When you work with the interactive shell, there’s a common pattern that is used a lot: Copying or moving files to a directory and then changing to the target directory using cd
. In these cases, you find yourself typing the name twice:
$ cp file1 file2 file3 /very/long/path/name $ cd /very/long/path/name
Tab completion helps, but for long names it’s still tedious.
One of my favourite tools, the bash function g (“go”), shortens this to the following:
$ cp file1 file2 file3 /very/long/path/name $ g
It works by getting the previous command from the bash history, treating the last argument as a directory and then going there. If the last argument is a file name, the g
function tries to resolve it to a directory name by using the basename or stripping off common archiver suffixes like tar, tar.gz or zip.

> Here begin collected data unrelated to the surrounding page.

def _entity(scan: _Scan, at: int) -> int:
    match = _ENTITY.match(scan.raw, at)
    if match is None:
        return scan.literal(at, at + 1)
    value = _entity_value(match.group())
    if value and value in SUPERSCRIPTS:
        scan.raise_(SUPERSCRIPTS[value], at, match.end())
    else:
        scan.put(value, at)
    return match.end()


def _angle(scan: _Scan, at: int) -> int:
    raw = scan.raw
    if raw.startswith("<!--", at):
        close = scan.find("-->", at + 4)
        end = len(raw) if close < 0 else close + 3
        for offset in range(at, end):
            if raw[offset] == LINE_END:
                _line_end(scan, offset)
        return end
    high = _SUP_TAG.match(raw, at)
    if high:
        scan.raise_(_plain(high.group(1).strip()), high.start(1), high.end())
        return high.end()
    tag = _TAG.match(raw, at)
    if tag:
        return _tag(scan, at, tag)
    link = _AUTOLINK.match(raw, at)
    if link:
        scan.literal(link.start(1), link.end(1))
        return link.end()
    return scan.literal(at, at + 1)


def _tag(scan: _Scan, at: int, tag: re.Match[str]) -> int:
    name = tag.group(1).lower()
    if name in _BREAKING_TAGS:
        scan.put(BREAK, at)
    elif name in _SPACING_TAGS:
        scan.put(" ", at)
    elif name in _STRUCK_TAGS:
        close = scan.find(f"</{tag.group(1)}>", tag.end())
        if close >= 0 and scan.raw[at + 1] != "/" and LINE_END not in scan.raw[at:close]:
            return close + len(name) + 3
    elif name not in _PLAIN_TAGS:
        return scan.literal(at, at + 1)
    for offset in range(at, tag.end()):
        if scan.raw[offset] == LINE_END:
            _line_end(scan, offset)
    return tag.end()


def _bracket(scan: _Scan, at: int) -> int:
    note = _FOOTNOTE.match(scan.raw, at)
    if note:
        return note.end() + scan.raw.startswith(":", note.end())
    link = _LINK.match(scan.raw, at)
    if link is None:
        return scan.literal(at, at + 1)
    scan.skips[link.end(1)] = link.end()
    return at + 1


def _bracket_end(scan: _Scan, at: int) -> int:
    skip = scan.skips.get(at)
    return scan.literal(at, at + 1) if skip is None else skip


def _image(scan: _Scan, at: int) -> int:
    link = _LINK.match(scan.raw, at + 1)
    return scan.literal(at, at + 1) if link is None else link.end()


def _role(scan: _Scan, at: int) -> int:
    role = _ROLE.match(scan.raw, at)
    if role is None or role.group(1) is None:
        return scan.literal(at, at + 1)
    if scan.raw.startswith(":sup:", at):
        scan.raise_(_plain(role.group(1)), role.start(1), role.end())
    else:
        _verbatim(scan, role.start(1), role.end(1))
    return role.end()


_HANDLERS: dict[str, Callable[[_Scan, int], int]] = {
    "\r": _line_end, "*": _emphasis, "_": _emphasis, "`": _code, "~": _tilde, "^": _caret,
    "$": _dollar, "&": _entity, "<": _angle, "\\": _backslash, "[": _bracket,
    "]": _bracket_end, "!": _image, ":": _role,
}  # fmt: skip


def _texts(lines: list[Line], pieces: list[_Piece]) -> list[Text]:
    """The pieces cut at the line ends, each offset turned into a place."""
    texts: list[Text] = []
    own: list[_Piece] = []
    index, start = 0, 0
    for piece in pieces:
        if piece.chars == LINE_END and not piece.literal:
            texts.append(_text(lines[index], start, own))
            own, start, index = [], piece.at + 1, index + 1
        elif piece.chars:
            own.append(piece)
    texts.append(_text(lines[index], start, own))
    texts.extend(Text("", line.number, line.column) for line in lines[index + 1 :])
    return texts


def _text(line: Line, start: int, pieces: list[_Piece]) -> Text:
    chars = "".join([piece.chars for piece in pieces])
    head = len(chars) - len(chars.lstrip())
    shown = chars.strip()
    if not shown:
        return Text("", line.number, line.column)
    shift = line.column - start
    if all(piece.literal for piece in pieces) and len(chars) == (
        pieces[-1].at + len(pieces[-1].chars) - pieces[0].at
    ):
        return Text(shown, line.number, pieces[0].at + shift + head)
    places: list[tuple[int, int]] = []
    for piece in pieces:
        at = piece.at + shift
        if piece.literal:
            places.extend([(line.number, at + k) for k in range(len(piece.chars))])
        else:
            places.extend([(line.number, at)] * len(piece.chars))
    number, column = places[head]
    kept = tuple(places[head : head + len(shown)])
    if all(place[1] == column + k for k, place in enumerate(kept)):
        return Text(shown, number, column)
    return Text(shown, number, column, kept)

The function is one of the most executed commands in my shell history. I also had a companion function which changed back to the previous directory, but since cd -
is pretty short, too, it didn’t get used that often. To use it, download the function and simply copy it into your ~/.bashrc
file.
Note that this function works on bash only. I used to have a Korn shell compatible function, but it didn’t work as nicely as this one.
Very nice command — I’ll have to use it in my bash scripts.
I usually use built-in bash facilities for this:
“cd !:$” will do the same (and !:$ ist just Shift-1.4 on a German keyboard, not as weird to type as it looks :-) !:$ meaning the last word of the previous line, also works with !:0, !:1, !:2 etc.
You can also use “cd “. Meta-. cycles through the respective last words of the lines in your history.
Whoops, WordPress ate some special characters in my last command. The command in the last sentence is meant to be “cd M-.”, where M-. is pressing Meta and the dot “.”.
I knew the Meta-. shortcut, but not back then when I wrote the “g” function, to be honest :)
There are a few reasons why I still prefer “g”: a) I can’t get the Meta-. shortcut working in vi mode. b) “g” is very short to type and creating an alias for “cd !:$” doesn’t work. c) “g” also changes into extracted tarballs and the like.
I might switch back to emacs mode soon, but b) is currently a show stopper for me. You don’t happen to have an idea how to solve this? I’m always happy to throw away unneeded code ;-)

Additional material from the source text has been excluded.